Creating harmony between work and personal life can determine success
Whether you are a CEO, college-student or stay at home parent, creating a harmonious work-life relationship is crucial to leading a fulfilling life. According to study by CNN in 2015, Americans working full-time are averaging around 47 hours a week with about 30% of the work force working on Saturday and/or Sunday.
So, what’s the importance of creating a stabilized life for yourself? First, you are less likely to become burnt-out which can have negative effects on both your personal and professional life. Second, you train your mind to focus on the present and give your full attention. Third, you will experience fewer health problems since stress and exhaustion attack the immune system. Need some help achieving harmony? Try these tips!
Balance doesn’t always mean equal.
Understanding that you need to be flexible with your personal and professional life. If you’ve got an important deadline coming up, then spend more time at work making sure that it’s completed. On the flip side, use a vacation day as a “mental health” day to decompress. Understanding that sometimes either work or personal will need to take more precedence and that’s okay. If you need to take care of personal matters, take the time to get it settled. Bringing those problems to work will only distract you further.
Throughout the day, you are going to be spending time with many different people. Whether it’s your family at home, your employees at work, or with other professionals at meetings, being present during all these situations is so important. Valuable time spent can be the difference between feeling well-balanced and, well, not. If you are at work, focus on the task at hand and use the time you must be as productive as possible. While spending time with loved ones, do them the same courtesy. Focus on them and their needs, spending valuable time can recharge you for the next day.

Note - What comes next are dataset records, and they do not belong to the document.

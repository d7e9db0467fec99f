"""saltus.implied_vol against the 100-digit mpmath inversion fixture
(tests/data/implied_vol_reference.csv, made by
scripts/make_implied_vol_reference.py) and the command line's bounds."""

from __future__ import annotations

import numpy as np
import pandas as pd

import saltus
from conftest import ROOT


def test_fixture_within_the_conditioning_bound():
    """Vol error within max(1e-12, 16 eps / E), E the vol elasticity of the
    price (docs/implied_vol.md; the bound the Rust test asserts), on every
    fixture case with a finite reference vol and E > 0."""
    ref = pd.read_csv(ROOT / "tests" / "data" / "implied_vol_reference.csv")
    ok = np.isfinite(ref["implied_vol"]) & (ref["elasticity"] > 0)
    ref = ref[ok].reset_index(drop=True)
    vols, status = saltus.implied_vol(ref["kind"], ref["price"], ref["spot"], ref["strike"],
                                      ref["expiry"], ref["rate"], ref["div_yield"])
    eps = np.finfo(float).eps
    bound = np.maximum(1e-12, 16 * eps / ref["elasticity"].to_numpy())
    solved = np.array([s == "ok" for s in status])
    assert solved.mean() > 0.9, [s for s in status if s != "ok"][:5]
    rel = np.abs(vols[solved] / ref["implied_vol"].to_numpy()[solved] - 1)
    assert (rel <= bound[solved]).all(), ref["case"][solved][rel > bound[solved]].tolist()
    assert np.isnan(vols[~solved]).all()


def test_hull_example_from_memory():
    """Hull, Options, Futures and Other Derivatives, implied volatility
    example (from memory): S = 21, K = 20, r = 0.1, T = 0.25, call price
    1.875 has an implied vol of about 0.235; mpmath findroot at 30 digits
    gives 0.234512913997643786548..."""
    v, s = saltus.implied_vol("call", 1.875, 21.0, 20.0, 0.25, 0.1, 0.0)
    assert s == ["ok"] and abs(v[0] / 0.2345129139976437865 - 1) < 1e-12


def test_bad_prices_say_why():
    v, s = saltus.implied_vol(["call", "put", "fly"], [200.0, -1.0, 5.0], 100.0, 100.0, 1.0,
                              0.0, 0.0)
    assert np.isnan(v).all()
    assert s[0].startswith("error: row 0:") and s[1].startswith("error: row 1:")
    assert s[2] == "error: row 2: kind 'fly' is not call or put"
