//! Where a band-reject design rejects most, and how much it should.

use crate::analysis::response::{log_grid, to_db};
use crate::sections::norms::golden_section_max;
use crate::sections::Cascade;
use serde::Serialize;

/// The deepest point of a band-reject response.
#[derive(Debug, Clone, Copy, PartialEq, Serialize)]
pub struct StopBand {
    /// Frequency of the deepest rejection, Hz.
    pub hz: f64,
    /// Predicted rejection there: the response's peak minus its value, dB (+∞ for an
    /// exact zero).
    pub predicted_db: f64,
}

/// Depth below the response's peak that makes a design band-reject for reporting.
pub const BAND_REJECT_DB: f64 = 10.0;

/// Periods of the stop frequency the metered part of a file must hold for the rejection
/// to be reported: a Hann window's main lobe spans ±2 bins of rate/length (Harris 1978),
/// so over 20 periods it stays within ±10 % of the stop frequency instead of taking in
/// the content around it.
pub const MIN_TONE_PERIODS: f64 = 20.0;

/// The deepest minimum of |H| strictly inside 20 Hz to 0.45·rate, when it lies at least
/// [`BAND_REJECT_DB`] below the response at both ends of that band (a dip, not a
/// low-pass or high-pass skirt).
pub fn stop_frequency(cascade: &Cascade) -> Option<StopBand> {
    let (lo, hi) = (20.0, 0.45 * cascade.rate);
    let db = |f: f64| to_db(cascade.response_at_hz(f));
    let grid = log_grid(lo, hi, 4000);
    let levels: Vec<f64> = grid.iter().map(|&f| db(f)).collect();
    let (i, &min) = levels.iter().enumerate().min_by(|a, b| a.1.total_cmp(b.1))?;
    let edges = levels[0].min(levels[levels.len() - 1]);
    if i == 0 || i + 1 == levels.len() || min > edges - BAND_REJECT_DB {
        return None;
    }
    // Refine the minimum between the neighbouring grid points.
    let hz = golden_section_max(|f| -db(f), (grid[i - 1], grid[i + 1]), 100);
    let peak = levels.iter().copied().fold(f64::NEG_INFINITY, f64::max);
    let depth = cascade.response_at_hz(hz).norm();
    let predicted_db = if depth < 1e-12 { f64::INFINITY } else { peak - db(hz) };
    Some(StopBand { hz, predicted_db })
}
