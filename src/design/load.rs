//! Reading a design file into a [`Design`]: the TOML tree walked key by key.

use super::reader::{Field, Source, Table};
use super::schema::*;
use super::target;
use super::units::Quantity;
use crate::analog::families::{Band, Family};
use crate::analog::parametric::Shape;
use crate::error::{Error, Result};
use num_complex::Complex64;
use std::collections::BTreeMap;
use std::path::Path;

/// Largest number of stages in one list, and of parts in one circuit; larger designs
/// are refused before any work is done.
const MAX_STAGES: usize = 256;

/// Reads and validates a design file.
///
/// # Errors
/// An unreadable file, malformed TOML, or any invalid key, each as one line naming
/// `file:line` and the key.
pub fn load(path: &Path) -> Result<Design> {
    let bytes = std::fs::read(path).map_err(|e| Error::io(path, e))?;
    let text = String::from_utf8(bytes.clone()).map_err(|e| {
        let line =
            1 + bytes[..e.utf8_error().valid_up_to()].iter().filter(|&&b| b == b'\n').count();
        Error::input(format!("{}:{line}: not UTF-8 text", path.display()))
    })?;
    parse(&path.display().to_string(), &text, &bytes)
}

/// Parses design text; `name` is the file name shown in messages.
///
/// # Errors
/// As [`load`].
pub fn parse(name: &str, text: &str, bytes: &[u8]) -> Result<Design> {
    let src = Source::new(name.to_string(), text);
    let root = toml::de::DeTable::parse(text).map_err(|e| toml_error(&src, &e))?;
    let mut top = Table::new(&src, root.get_ref(), root.span(), String::new());
    let name_text = match top.get("name") {
        Some(f) => f.str()?,
        None => String::new(),
    };
    let notes = match top.get("notes") {
        Some(f) => f.str()?,
        None => String::new(),
    };
    let target = target::read(&mut top)?;
    let knobs = read_knobs(&mut top)?;
    let stages = match top.get("stage") {
        Some(f) => read_stage_list(&f, "stage")?,
        None => Vec::new(),
    };
    let paths = read_paths(&mut top)?;
    if stages.is_empty() {
        return Err(top.error("the design has no [[stage]]: add at least one stage"));
    }
    top.finish()?;
    let design = Design {
        name: name_text,
        notes,
        file: name.to_string(),
        hash: fnv1a_hex(bytes),
        target,
        knobs,
        stages,
        paths,
    };
    super::check::references(&design)?;
    Ok(design)
}

fn toml_error(src: &Source, e: &toml::de::Error) -> Error {
    let message = e.message().lines().next().unwrap_or("malformed TOML").trim().to_string();
    match e.span() {
        Some(span) => src.error(&span, "", format!("malformed TOML: {message}")),
        None => Error::input(format!("{}: malformed TOML: {message}", src.name)),
    }
}

/// FNV-1a, 64 bit (Fowler, Noll, Vo): a stable fingerprint of the design text.
fn fnv1a_hex(bytes: &[u8]) -> String {
    let hash = bytes.iter().fold(0xcbf2_9ce4_8422_2325u64, |h, &b| {
        (h ^ u64::from(b)).wrapping_mul(0x0000_0100_0000_01b3)
    });
    format!("{hash:016x}")
}

pub(super) fn place_of(field: &Field) -> Place {
    Place { file: field.src.name.clone(), line: field.line(), label: field.place.clone() }
}

pub(super) fn table_place(table: &Table) -> Place {
    Place { file: table.src().name.clone(), line: table.line(), label: table.place.clone() }
}
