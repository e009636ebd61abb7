//! One file through the engines, streaming.

use super::blocks::{self, Stages};
use super::rejection::{stop_frequency, MIN_TONE_PERIODS};
use super::report::{FileReport, Rejection};
use crate::audio::metrics::{amp_to_db, LevelMeter, ToneMeter};
use crate::audio::{SampleFormat, WavReader, WavSpec, WavWriter};
use crate::design::Design;
use crate::error::{Error, Result};
use crate::pipeline::{choose_rate, port, realize, Realized};
use crate::quantize::{NumberFormat, Structure};
use crate::report::inspect::number_name;
use crate::sections::max_pole_radius;
use crate::sections::norms::linf_norm;
use crate::simulate::Runner;
use std::path::{Path, PathBuf};
use std::time::Instant;

/// How to run a design over a file.
#[derive(Debug, Clone)]
pub struct ApplyOptions {
    /// Knob settings `NAME=POS`.
    pub knobs: Vec<String>,
    /// Sample rate to discretize at, overriding the design and the file.
    pub rate: Option<f64>,
    /// The arithmetic of the main output.
    pub number: NumberFormat,
    /// Output sample format; `None` keeps the input's.
    pub bits: Option<SampleFormat>,
    /// TPDF dither when the output word is shorter than the processing word.
    pub dither: bool,
    /// Dither seed.
    pub seed: u64,
    /// Run a quantized design even when its poles reach |z| >= 1.
    pub force: bool,
    /// Also run f64 and report the output's SNR against it (implied by a float or
    /// residual output).
    pub compare: bool,
}

/// Where the results go.
#[derive(Debug, Clone)]
pub struct Outputs {
    /// The target-arithmetic output.
    pub main: PathBuf,
    /// The f64 run, when compared.
    pub float: Option<PathBuf>,
    /// The main-minus-f64 difference times `residual_gain_db`, as 32-bit float.
    pub residual: Option<PathBuf>,
    /// Gain applied to the residual so quantization noise can be heard, dB.
    pub residual_gain_db: f64,
}

/// Opens every input's header and checks that a batch is consistent.
///
/// # Errors
/// An unreadable or malformed file, or channel counts that differ.
pub fn check_batch(inputs: &[PathBuf]) -> Result<Vec<WavSpec>> {
    let specs =
        inputs.iter().map(|p| WavReader::open(p).map(|r| r.spec())).collect::<Result<Vec<_>>>()?;
    if let Some(first) = specs.first() {
        for (spec, path) in specs.iter().zip(inputs) {
            if spec.channels != first.channels {
                return Err(Error::input(format!(
                    "{}: {} channels, but {} has {}: a batch must share one channel count",
                    path.display(),
                    spec.channels,
                    inputs[0].display(),
                    first.channels
                )));
            }
        }
    }
    Ok(specs)
}

/// Runs `design` over `input`, writing `outputs`; `progress` is told the frames done.
///
/// # Errors
/// Unreadable or malformed input, an unwritable output (or one equal to an input), a
/// design the file's rate cannot hold, or a quantized design with poles on or outside
/// the unit circle (unless forced). No output is left behind on error.
pub fn apply_file(
    design: &Design,
    input: &Path,
    outputs: &Outputs,
    opts: &ApplyOptions,
    progress: &(dyn Fn(u64) + Sync),
) -> Result<FileReport> {
    let started = Instant::now();
    let mut reader = WavReader::open(input)?;
    let spec = reader.spec();
    let channels = usize::from(spec.channels);
    let rate = choose_rate(opts.rate, design, Some(f64::from(spec.rate))).map_err(|e| {
        match e {
            // The rate is the file's own: say which file.
            Error::Input(m) if opts.rate.is_none() && design.target.rate.is_none() => {
                Error::input(format!("{}: {m}", input.display()))
            }
            other => other,
        }
    })?;
    let mut warnings = Vec::new();
    if rate != f64::from(spec.rate) {
        warnings.push(format!(
            "design discretized at {rate} Hz but {} is {} Hz: every frequency is off by a factor {:.4}",
            input.display(),
            spec.rate,
            f64::from(spec.rate) / rate
        ));
    }
    let port = port(design.clone(), &opts.knobs, rate)?;
    let structure = design.target.structure;
    let realized = realize(&port.cascade, opts.number, structure)?;
    if let Realized::Fixed(f) = &realized {
        if !f.is_stable() && !opts.force {
            return Err(Error::input(format!(
                "{}: the quantized design has a pole on or outside the unit circle and would \
                 run away; see `tonewright inspect`, or pass --force to run it anyway",
                design.file
            )));
        }
    }
    let effective = realized.effective(rate)?;
    let peak = linf_norm(&effective.sections);
    if peak > 1.0 {
        warnings.push(format!(
            "the design's peak gain is {:+.1} dB: a loud input can clip; start playback quietly",
            amp_to_db(peak)
        ));
    }

    let mut main = Runner::new(&realized, structure, channels)?;
    let compare = opts.compare || outputs.float.is_some() || outputs.residual.is_some();
    // The f64 reference runs in df2t whatever the target's structure: in f64 the two
    // structures differ by rounding near 1e-16, and df2t has the faster kernel.
    let mut float = if compare {
        Some(Runner::new(
            &realize(&port.cascade, NumberFormat::F64, Structure::Df2t)?,
            Structure::Df2t,
            channels,
        )?)
    } else {
        None
    };
    let out_spec = WavSpec { sample: opts.bits.unwrap_or(spec.sample), ..spec };
    let protect = [input];
    let writer = |path: &Path, spec: WavSpec, word_bits: u32, seed: u64| -> Result<WavWriter> {
        let w = WavWriter::create(path, spec, &protect)?;
        match spec.sample {
            SampleFormat::Int { bits } if opts.dither && u32::from(bits) < word_bits => {
                w.with_tpdf_dither(seed)
            }
            _ => Ok(w),
        }
    };
    let mut main_out = writer(&outputs.main, out_spec, main.word_bits(), opts.seed)?;
    let mut float_out = match (&outputs.float, &float) {
        (Some(p), Some(f)) => Some(writer(p, out_spec, f.word_bits(), opts.seed ^ 0x9e37_79b9)?),
        _ => None,
    };
    let residual_spec = WavSpec { sample: SampleFormat::Float { bits: 32 }, ..spec };
    let mut residual_out = match &outputs.residual {
        Some(p) => Some(writer(p, residual_spec, 24, 0)?),
        None => None,
    };
    let residual_gain = 10f64.powf(outputs.residual_gain_db / 20.0);

    let frames = reader.frames();
    // Measure the rejection after the slowest pole has settled (e^−7 ≈ 1e−3).
    let radius = max_pole_radius(&effective.sections);
    let settle = ((7.0 / (1.0 - radius).max(1e-9)).ceil() as u64).min(frames / 4);
    let meter_len = (frames - settle) as usize;
    let stop = stop_frequency(&effective).filter(|s| {
        let periods = meter_len as f64 * s.hz / f64::from(spec.rate);
        let enough = periods >= MIN_TONE_PERIODS;
        if !enough {
            warnings.push(format!(
                "{}: too short to measure the rejection at {:.2} Hz ({periods:.1} periods after \
                 the filter settles, {MIN_TONE_PERIODS} needed)",
                input.display(),
                s.hz
            ));
        }
        enough
    });
    let mut tone_in = stop.map(|s| ToneMeter::new(f64::from(spec.rate), s.hz, meter_len));
    let mut tone_out = tone_in.clone();
    let mut levels_in = LevelMeter::new(spec.channels, spec.sample);
    let mut levels_out = LevelMeter::new(spec.channels, out_spec.sample);

    let totals = blocks::run(
        Stages {
            reader: &mut reader,
            channels,
            target: &mut main,
            reference: float.as_mut(),
            levels_in: &mut levels_in,
            levels_out: &mut levels_out,
            tone_in: tone_in.as_mut(),
            tone_out: tone_out.as_mut(),
            settle,
            target_out: &mut main_out,
            reference_out: float_out.as_mut(),
            residual_out: residual_out.as_mut(),
            residual_gain,
        },
        progress,
    )?;
    // Each output is synced to disk before it is renamed: the three wait side by side.
    let (main_done, (float_done, residual_done)) = rayon::join(
        || main_out.finish(),
        || rayon::join(|| float_out.map(WavWriter::finish), || residual_out.map(WavWriter::finish)),
    );
    let stats = main_done?;
    float_done.transpose()?;
    residual_done.transpose()?;
    if stats.overs > 0 {
        warnings.push(format!("{} output samples clipped at full scale", stats.overs));
    }
    if main.overflows() > 0 {
        warnings.push(format!(
            "{} internal overflow events in the fixed-point kernel",
            main.overflows()
        ));
    }
    let rejection = match (stop, &tone_in, &tone_out) {
        (Some(s), Some(i), Some(o)) if i.amplitude() > 1e-5 => Some(Rejection {
            hz: s.hz,
            predicted_db: s.predicted_db.is_finite().then_some(s.predicted_db),
            measured_db: amp_to_db(i.amplitude()) - amp_to_db(o.amplitude()),
        }),
        _ => None,
    };
    let seconds = started.elapsed().as_secs_f64();
    let audio_seconds = frames as f64 / f64::from(spec.rate);
    Ok(FileReport {
        input: input.display().to_string(),
        output: outputs.main.display().to_string(),
        file_rate: spec.rate,
        design_rate: rate,
        target: format!("{} {}", number_name(opts.number), structure),
        frames: totals.frames,
        input_levels: levels_in.levels(),
        output_levels: levels_out.levels(),
        clipped: stats.overs,
        overflows: main.overflows(),
        snr_vs_float_db: compare.then(|| 10.0 * (totals.signal_power / totals.error_power).log10()),
        rejection,
        seconds,
        realtime_factor: audio_seconds / seconds.max(1e-9),
        warnings,
    })
}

I am a firm believer that lack of communication is the root of most problems, and that, alternatively, open communication can solve most problems. How can you use this theory to maintain work-life balance? Simple. All it takes is telling those directly affecting by your work (i.e. boss, co-workers, managers) and those affected at home (family, friends, etc.) what is going on in your life. Now, I’m not saying you need to go through the company shouting that any issues at home, but if you need to focus on a personal situation, talk to your boss or superior. Most all human-beings are willing to work with you. Vice versa, tell your family if you’re needing to focus more at work.
Stress isn’t only bad for your mental health, it can have a severe impact on your physical health. Stress is directly linked to heart disease, high blood pressure and cancers. Particularly in women, stress over long periods of time can alter their hormone levels and cause a high release of cortisol. Immune systems also break down under sustained stress, causing a person to be more susceptible to illness. Stress and anxiety are not menial problems and living in a consistent state of stress has serious affects on your health. Know when it’s time to say enough is enough. Your physical health is more important than meeting a deadline.
If you have a high-stress job, make sure that you’re seeing a doctor frequently enough to stay in tune with your body and its needs. Find that stress is becoming too much to handle? Take a vacation or adjust your habits so that your work stays at work. Living in a constant state of stress and anxiety is not sustainable.